Your task — Copy every line of the data that includes the string "fine".

Dataset excerpts —
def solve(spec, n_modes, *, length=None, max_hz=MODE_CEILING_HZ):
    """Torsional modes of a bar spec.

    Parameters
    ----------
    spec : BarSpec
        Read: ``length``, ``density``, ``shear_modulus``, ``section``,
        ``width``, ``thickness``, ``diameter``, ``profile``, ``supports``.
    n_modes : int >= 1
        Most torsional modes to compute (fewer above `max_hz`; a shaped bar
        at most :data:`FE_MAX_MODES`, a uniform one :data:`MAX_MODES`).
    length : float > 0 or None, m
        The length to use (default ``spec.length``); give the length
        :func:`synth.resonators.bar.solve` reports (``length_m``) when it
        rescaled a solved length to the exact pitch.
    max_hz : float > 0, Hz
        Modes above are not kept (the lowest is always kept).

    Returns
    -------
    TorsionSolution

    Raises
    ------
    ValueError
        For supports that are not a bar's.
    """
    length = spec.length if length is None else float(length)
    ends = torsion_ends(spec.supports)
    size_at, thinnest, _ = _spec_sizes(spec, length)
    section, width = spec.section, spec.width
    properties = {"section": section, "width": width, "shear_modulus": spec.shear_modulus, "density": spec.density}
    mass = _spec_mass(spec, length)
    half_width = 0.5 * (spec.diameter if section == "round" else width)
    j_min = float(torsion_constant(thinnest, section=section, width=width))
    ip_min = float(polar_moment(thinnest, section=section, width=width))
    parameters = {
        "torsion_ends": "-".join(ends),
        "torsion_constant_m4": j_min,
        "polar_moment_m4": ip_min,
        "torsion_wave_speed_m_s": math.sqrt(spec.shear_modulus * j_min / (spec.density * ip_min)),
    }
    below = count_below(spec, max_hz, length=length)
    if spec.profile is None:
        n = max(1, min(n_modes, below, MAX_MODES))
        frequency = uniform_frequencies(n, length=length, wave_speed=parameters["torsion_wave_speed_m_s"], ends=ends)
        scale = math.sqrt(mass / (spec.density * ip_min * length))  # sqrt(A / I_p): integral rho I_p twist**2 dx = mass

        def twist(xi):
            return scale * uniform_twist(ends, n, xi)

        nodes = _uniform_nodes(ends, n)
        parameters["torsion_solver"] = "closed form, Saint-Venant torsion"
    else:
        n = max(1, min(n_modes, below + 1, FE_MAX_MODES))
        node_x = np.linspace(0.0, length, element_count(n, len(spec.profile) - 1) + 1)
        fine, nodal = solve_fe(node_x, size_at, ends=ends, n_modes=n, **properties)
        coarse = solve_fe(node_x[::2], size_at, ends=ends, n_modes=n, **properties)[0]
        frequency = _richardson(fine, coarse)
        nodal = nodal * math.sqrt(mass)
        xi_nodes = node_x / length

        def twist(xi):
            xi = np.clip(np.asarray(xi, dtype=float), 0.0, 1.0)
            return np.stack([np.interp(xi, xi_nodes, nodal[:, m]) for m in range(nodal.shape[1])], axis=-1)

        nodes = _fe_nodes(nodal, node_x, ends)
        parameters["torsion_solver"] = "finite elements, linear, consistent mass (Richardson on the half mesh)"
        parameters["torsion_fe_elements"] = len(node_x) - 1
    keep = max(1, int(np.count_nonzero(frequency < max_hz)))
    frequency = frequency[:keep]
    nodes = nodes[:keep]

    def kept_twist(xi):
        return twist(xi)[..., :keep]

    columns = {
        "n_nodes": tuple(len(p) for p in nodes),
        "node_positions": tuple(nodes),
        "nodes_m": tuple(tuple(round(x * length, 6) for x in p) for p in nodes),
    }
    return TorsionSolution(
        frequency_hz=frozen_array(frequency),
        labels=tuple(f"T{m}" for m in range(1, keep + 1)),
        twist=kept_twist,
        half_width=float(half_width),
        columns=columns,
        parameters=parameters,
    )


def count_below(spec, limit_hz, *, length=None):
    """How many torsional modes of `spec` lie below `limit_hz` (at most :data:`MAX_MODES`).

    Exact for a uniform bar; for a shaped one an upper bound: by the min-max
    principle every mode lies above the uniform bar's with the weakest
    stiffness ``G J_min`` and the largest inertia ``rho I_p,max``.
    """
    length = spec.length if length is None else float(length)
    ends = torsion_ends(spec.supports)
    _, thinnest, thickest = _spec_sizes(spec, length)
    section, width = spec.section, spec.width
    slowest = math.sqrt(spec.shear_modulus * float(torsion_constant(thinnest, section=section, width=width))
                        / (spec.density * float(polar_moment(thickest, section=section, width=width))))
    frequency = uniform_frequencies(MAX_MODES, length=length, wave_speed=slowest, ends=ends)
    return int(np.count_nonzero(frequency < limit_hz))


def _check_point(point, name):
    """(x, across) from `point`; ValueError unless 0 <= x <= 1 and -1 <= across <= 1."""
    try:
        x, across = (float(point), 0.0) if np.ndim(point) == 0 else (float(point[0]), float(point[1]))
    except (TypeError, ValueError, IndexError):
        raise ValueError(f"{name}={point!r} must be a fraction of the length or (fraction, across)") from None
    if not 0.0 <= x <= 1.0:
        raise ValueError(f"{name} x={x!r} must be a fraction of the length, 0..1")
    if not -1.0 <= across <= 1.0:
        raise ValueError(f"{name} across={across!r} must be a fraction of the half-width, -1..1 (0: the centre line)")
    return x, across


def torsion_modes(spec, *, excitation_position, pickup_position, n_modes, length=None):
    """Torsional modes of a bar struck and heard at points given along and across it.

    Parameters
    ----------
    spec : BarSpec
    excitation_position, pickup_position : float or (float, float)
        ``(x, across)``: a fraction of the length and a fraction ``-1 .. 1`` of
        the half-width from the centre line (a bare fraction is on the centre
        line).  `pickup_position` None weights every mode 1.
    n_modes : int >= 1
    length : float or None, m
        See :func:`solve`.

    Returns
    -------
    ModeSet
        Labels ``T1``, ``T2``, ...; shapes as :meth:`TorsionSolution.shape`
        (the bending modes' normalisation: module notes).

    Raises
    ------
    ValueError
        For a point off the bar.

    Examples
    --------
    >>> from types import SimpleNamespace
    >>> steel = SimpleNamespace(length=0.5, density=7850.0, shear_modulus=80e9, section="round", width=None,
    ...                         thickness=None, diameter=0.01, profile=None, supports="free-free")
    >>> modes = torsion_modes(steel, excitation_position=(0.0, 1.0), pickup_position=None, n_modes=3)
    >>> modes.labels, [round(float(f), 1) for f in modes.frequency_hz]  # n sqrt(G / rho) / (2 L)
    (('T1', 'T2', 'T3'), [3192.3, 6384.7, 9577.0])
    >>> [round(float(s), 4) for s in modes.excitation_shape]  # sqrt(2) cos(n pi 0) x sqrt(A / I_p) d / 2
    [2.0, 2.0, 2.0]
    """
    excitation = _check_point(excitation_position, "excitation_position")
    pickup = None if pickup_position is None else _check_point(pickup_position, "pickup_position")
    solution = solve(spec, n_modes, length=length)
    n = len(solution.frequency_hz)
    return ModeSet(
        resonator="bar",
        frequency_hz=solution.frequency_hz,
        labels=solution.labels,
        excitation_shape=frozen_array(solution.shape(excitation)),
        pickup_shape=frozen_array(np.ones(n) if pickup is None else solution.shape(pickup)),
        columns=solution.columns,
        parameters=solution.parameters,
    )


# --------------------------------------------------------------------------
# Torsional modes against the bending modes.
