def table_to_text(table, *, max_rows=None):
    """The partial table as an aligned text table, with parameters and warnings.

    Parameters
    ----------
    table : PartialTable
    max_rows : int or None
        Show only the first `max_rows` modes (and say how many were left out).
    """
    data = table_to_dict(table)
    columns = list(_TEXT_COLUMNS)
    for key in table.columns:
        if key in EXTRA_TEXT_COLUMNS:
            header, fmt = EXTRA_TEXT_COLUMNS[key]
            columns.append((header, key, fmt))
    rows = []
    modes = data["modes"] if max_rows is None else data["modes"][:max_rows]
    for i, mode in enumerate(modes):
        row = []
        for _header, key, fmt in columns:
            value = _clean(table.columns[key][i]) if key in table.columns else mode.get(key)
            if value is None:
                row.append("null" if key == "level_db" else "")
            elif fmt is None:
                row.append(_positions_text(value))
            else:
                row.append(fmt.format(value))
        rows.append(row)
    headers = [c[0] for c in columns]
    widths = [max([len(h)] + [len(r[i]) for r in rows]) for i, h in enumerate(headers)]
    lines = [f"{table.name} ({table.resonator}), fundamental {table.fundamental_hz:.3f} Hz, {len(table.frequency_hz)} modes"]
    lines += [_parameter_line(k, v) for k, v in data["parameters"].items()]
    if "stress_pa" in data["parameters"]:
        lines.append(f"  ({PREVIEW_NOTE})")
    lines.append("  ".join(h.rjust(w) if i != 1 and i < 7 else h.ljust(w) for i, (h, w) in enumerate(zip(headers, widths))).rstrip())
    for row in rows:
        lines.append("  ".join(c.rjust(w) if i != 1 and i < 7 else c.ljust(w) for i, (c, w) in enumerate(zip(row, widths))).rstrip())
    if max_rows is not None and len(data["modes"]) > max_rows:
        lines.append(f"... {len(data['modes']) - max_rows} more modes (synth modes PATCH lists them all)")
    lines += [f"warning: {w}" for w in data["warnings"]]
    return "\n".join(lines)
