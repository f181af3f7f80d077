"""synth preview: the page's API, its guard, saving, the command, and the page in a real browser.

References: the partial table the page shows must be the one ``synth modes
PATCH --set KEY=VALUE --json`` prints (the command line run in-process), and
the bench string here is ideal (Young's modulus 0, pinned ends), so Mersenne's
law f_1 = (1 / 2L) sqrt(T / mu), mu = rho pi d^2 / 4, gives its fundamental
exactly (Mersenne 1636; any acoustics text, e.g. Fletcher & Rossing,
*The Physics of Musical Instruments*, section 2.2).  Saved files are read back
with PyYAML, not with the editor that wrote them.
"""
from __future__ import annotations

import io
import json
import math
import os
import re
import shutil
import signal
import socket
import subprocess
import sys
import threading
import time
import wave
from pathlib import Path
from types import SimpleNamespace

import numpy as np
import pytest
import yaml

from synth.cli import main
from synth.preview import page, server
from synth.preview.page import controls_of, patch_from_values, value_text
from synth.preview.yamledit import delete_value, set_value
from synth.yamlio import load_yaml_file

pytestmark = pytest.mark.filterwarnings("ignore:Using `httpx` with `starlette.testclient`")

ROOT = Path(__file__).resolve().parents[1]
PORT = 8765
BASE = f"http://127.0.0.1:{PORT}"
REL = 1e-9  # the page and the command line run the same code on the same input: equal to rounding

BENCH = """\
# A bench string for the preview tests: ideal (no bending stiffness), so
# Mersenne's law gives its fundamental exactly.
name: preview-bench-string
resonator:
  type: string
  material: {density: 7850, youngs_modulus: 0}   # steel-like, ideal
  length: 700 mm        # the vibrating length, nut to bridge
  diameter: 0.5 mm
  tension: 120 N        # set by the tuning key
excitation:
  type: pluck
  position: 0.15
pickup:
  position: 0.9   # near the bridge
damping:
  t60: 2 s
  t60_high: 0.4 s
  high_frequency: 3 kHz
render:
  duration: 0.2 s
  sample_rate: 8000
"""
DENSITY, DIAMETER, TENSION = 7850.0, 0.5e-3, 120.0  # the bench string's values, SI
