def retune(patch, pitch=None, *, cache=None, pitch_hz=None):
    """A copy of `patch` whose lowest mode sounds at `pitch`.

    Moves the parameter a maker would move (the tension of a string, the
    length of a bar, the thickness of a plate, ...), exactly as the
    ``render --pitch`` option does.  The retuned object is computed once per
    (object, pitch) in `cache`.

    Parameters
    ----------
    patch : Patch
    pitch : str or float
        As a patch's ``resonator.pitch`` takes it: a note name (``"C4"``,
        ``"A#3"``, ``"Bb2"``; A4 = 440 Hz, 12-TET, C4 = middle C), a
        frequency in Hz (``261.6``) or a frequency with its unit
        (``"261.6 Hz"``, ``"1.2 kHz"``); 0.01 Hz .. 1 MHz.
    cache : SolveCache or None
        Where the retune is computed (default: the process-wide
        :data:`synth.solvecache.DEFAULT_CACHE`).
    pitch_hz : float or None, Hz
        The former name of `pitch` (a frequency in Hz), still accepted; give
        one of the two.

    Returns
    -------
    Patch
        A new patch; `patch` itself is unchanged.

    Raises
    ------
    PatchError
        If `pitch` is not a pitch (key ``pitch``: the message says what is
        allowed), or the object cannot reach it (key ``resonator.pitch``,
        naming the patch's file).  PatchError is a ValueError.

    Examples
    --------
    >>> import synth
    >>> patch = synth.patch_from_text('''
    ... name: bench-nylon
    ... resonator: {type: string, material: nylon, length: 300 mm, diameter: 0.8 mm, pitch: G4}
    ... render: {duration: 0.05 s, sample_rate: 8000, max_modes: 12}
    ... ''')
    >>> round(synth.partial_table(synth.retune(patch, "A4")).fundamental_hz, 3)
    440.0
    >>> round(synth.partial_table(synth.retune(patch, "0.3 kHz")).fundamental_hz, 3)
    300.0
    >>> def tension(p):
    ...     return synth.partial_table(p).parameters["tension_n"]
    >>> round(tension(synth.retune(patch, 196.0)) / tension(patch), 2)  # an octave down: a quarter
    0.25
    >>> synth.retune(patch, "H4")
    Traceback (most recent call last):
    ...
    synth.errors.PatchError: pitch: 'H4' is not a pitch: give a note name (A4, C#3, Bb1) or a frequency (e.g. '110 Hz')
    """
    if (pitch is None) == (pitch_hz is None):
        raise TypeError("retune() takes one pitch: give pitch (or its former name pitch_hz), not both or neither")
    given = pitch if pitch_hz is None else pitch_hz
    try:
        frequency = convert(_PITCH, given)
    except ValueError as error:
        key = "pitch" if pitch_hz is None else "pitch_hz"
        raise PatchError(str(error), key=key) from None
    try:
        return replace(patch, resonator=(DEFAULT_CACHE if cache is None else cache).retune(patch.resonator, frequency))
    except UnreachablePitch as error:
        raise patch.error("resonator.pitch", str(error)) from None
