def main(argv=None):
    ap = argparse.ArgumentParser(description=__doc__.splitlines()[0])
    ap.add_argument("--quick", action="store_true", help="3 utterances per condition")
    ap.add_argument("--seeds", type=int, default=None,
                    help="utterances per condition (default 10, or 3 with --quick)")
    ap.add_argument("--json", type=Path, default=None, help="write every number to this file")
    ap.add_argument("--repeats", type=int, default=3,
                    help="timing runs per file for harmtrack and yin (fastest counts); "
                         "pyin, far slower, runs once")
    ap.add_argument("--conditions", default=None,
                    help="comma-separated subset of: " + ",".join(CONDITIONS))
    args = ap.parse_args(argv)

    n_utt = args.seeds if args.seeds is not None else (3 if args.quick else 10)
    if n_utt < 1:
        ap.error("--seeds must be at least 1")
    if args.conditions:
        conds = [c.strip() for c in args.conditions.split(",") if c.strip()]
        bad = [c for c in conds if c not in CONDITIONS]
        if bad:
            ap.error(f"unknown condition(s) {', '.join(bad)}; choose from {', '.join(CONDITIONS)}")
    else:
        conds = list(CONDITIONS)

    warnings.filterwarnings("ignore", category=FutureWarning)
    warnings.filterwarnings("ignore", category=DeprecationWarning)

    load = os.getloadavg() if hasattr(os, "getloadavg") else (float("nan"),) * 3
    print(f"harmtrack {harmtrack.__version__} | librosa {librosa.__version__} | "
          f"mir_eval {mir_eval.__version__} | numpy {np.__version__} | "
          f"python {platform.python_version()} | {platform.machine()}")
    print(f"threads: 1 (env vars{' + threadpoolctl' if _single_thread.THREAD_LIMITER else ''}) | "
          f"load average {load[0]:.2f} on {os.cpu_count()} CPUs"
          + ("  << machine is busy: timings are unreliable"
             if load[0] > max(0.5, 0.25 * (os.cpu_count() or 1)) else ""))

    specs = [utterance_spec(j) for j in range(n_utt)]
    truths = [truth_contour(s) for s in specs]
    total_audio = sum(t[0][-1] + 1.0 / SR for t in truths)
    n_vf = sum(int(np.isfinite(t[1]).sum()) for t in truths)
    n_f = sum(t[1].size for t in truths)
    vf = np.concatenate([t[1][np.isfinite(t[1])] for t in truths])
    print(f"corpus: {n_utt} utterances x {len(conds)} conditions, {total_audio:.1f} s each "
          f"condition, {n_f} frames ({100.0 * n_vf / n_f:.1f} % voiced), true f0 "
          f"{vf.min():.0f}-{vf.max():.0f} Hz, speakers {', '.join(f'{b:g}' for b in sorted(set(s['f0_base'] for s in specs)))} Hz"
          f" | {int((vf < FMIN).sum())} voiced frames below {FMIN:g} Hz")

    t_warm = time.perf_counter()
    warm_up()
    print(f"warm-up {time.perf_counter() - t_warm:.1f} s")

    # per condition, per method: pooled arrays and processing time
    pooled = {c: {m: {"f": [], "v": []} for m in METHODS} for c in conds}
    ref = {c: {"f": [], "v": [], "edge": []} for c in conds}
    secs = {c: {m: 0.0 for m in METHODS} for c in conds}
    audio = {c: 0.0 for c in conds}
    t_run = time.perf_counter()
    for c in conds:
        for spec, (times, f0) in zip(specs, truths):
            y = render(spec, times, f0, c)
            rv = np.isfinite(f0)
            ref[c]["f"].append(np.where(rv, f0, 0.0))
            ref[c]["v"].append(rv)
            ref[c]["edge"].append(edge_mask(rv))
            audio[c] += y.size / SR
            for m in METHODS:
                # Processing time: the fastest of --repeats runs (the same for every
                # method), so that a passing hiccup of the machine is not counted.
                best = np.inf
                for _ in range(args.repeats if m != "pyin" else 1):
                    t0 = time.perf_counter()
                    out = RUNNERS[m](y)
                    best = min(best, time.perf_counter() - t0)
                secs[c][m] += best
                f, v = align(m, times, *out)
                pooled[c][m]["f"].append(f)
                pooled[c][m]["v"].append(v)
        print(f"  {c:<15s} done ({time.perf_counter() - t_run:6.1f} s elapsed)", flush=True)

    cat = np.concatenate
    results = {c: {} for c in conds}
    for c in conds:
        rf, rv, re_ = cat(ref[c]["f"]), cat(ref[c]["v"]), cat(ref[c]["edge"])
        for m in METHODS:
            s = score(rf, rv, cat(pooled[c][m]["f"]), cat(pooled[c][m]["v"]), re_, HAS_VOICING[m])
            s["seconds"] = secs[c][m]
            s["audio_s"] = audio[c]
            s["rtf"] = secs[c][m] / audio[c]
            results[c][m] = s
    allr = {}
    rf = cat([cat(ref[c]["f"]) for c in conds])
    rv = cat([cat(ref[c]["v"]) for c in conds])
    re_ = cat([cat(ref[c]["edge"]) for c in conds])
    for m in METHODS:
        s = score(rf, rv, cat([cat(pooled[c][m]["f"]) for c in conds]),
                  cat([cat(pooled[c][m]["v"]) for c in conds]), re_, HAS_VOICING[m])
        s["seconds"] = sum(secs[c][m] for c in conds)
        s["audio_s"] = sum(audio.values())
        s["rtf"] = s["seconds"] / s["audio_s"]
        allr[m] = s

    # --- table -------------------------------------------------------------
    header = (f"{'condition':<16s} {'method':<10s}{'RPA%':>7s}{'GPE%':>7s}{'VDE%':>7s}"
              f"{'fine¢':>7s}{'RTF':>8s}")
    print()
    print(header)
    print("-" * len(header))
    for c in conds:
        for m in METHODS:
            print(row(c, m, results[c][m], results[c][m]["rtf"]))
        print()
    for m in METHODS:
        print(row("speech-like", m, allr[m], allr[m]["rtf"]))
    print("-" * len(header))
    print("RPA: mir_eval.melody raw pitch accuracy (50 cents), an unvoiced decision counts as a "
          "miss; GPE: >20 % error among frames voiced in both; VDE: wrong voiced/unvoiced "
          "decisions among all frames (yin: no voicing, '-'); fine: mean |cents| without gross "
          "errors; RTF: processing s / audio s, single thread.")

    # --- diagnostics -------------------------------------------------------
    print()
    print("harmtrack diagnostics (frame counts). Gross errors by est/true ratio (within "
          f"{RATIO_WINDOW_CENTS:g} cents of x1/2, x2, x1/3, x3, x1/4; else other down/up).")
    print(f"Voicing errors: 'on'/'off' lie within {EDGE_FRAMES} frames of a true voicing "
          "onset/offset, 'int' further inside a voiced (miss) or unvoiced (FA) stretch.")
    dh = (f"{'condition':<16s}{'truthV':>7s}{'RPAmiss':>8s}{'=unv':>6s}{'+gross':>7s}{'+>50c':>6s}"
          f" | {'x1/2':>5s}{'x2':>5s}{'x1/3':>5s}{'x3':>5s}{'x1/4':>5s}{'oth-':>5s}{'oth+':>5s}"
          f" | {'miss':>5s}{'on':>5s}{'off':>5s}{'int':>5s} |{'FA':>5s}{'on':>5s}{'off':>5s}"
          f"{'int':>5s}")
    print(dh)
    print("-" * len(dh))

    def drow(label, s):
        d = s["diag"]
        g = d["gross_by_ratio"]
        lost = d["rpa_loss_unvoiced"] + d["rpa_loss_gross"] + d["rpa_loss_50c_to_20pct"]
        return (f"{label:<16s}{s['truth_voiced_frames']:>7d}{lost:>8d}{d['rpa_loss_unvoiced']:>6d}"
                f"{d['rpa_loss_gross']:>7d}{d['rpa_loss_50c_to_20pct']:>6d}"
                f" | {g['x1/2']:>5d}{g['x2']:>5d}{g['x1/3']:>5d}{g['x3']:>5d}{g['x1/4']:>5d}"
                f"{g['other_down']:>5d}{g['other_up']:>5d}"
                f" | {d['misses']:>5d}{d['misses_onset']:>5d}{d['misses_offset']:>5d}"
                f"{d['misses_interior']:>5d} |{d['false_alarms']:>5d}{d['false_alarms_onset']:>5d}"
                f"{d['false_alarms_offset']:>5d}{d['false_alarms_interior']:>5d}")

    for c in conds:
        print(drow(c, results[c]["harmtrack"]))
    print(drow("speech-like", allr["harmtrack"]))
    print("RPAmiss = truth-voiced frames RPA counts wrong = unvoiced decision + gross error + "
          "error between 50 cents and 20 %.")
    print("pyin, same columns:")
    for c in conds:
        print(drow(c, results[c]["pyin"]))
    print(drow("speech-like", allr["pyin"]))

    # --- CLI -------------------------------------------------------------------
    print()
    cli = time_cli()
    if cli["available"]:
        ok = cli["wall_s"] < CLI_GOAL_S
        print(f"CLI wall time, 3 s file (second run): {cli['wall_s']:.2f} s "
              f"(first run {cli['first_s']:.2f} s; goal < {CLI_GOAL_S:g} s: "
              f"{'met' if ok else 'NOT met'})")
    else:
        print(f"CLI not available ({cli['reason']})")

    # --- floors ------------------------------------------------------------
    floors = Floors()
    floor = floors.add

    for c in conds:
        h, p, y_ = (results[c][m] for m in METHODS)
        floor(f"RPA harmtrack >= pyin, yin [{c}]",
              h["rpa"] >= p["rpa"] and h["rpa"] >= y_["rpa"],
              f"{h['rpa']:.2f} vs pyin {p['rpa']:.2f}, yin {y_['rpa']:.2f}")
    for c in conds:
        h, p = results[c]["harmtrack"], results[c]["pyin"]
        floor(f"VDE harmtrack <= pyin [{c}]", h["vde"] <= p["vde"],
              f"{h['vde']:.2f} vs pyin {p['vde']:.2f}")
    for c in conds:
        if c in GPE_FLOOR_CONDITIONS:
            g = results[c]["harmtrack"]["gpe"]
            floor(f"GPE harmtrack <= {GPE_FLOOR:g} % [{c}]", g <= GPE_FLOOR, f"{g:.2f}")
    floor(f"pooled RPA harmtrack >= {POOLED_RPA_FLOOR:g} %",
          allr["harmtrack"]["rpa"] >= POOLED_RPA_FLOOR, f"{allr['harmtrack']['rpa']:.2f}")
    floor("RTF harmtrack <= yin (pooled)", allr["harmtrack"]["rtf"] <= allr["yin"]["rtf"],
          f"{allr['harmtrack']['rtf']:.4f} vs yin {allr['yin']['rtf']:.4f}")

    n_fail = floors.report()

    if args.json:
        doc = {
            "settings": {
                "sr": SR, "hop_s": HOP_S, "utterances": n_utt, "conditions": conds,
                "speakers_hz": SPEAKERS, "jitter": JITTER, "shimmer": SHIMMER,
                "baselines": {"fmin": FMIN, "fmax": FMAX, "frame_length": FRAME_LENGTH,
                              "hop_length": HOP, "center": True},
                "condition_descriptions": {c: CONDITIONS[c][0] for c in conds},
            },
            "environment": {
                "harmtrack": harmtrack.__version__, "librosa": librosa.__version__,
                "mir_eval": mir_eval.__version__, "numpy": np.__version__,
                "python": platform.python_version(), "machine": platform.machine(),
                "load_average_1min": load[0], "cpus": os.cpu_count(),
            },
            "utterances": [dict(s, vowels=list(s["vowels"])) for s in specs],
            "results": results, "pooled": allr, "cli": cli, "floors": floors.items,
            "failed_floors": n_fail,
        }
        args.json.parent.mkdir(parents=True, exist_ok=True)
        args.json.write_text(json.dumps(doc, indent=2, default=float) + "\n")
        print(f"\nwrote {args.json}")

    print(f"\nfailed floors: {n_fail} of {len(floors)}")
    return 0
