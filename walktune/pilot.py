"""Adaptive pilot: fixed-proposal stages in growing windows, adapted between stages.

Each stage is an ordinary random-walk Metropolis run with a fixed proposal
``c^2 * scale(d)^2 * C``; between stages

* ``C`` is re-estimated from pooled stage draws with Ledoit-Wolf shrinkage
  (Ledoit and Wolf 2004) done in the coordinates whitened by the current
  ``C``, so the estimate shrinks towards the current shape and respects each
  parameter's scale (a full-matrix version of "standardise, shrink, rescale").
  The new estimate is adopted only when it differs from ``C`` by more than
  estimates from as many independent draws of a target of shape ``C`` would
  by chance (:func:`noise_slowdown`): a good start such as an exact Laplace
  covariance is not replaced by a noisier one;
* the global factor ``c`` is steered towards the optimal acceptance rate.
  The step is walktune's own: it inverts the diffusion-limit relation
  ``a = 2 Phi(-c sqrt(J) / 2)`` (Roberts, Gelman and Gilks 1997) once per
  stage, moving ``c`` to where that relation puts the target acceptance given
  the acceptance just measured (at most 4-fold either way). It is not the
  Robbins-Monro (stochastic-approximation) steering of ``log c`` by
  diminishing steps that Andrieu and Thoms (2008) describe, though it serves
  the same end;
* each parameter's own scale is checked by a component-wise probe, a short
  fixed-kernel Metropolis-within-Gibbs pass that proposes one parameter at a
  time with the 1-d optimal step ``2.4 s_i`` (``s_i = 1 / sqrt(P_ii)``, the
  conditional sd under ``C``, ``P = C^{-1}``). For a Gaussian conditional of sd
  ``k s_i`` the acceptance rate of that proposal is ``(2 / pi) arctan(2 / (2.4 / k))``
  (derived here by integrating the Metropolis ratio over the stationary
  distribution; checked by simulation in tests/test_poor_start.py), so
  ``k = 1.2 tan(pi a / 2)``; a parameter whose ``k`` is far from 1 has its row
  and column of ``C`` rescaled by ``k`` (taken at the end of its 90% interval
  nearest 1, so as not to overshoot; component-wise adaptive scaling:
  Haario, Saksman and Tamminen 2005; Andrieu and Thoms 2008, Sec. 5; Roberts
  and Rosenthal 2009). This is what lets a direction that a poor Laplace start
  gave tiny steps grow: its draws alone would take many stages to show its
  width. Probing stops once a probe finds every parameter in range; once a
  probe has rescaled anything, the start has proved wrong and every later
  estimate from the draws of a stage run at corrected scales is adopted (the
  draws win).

Response box —
        fine, nodal = solve_fe(node_x, size_at, ends=ends, n_modes=n, **properties)
        frequency = _richardson(fine, coarse)
              f"{'fine¢':>7s}{'RTF':>8s}")
          "decisions among all frames (yin: no voicing, '-'); fine: mean |cents| without gross "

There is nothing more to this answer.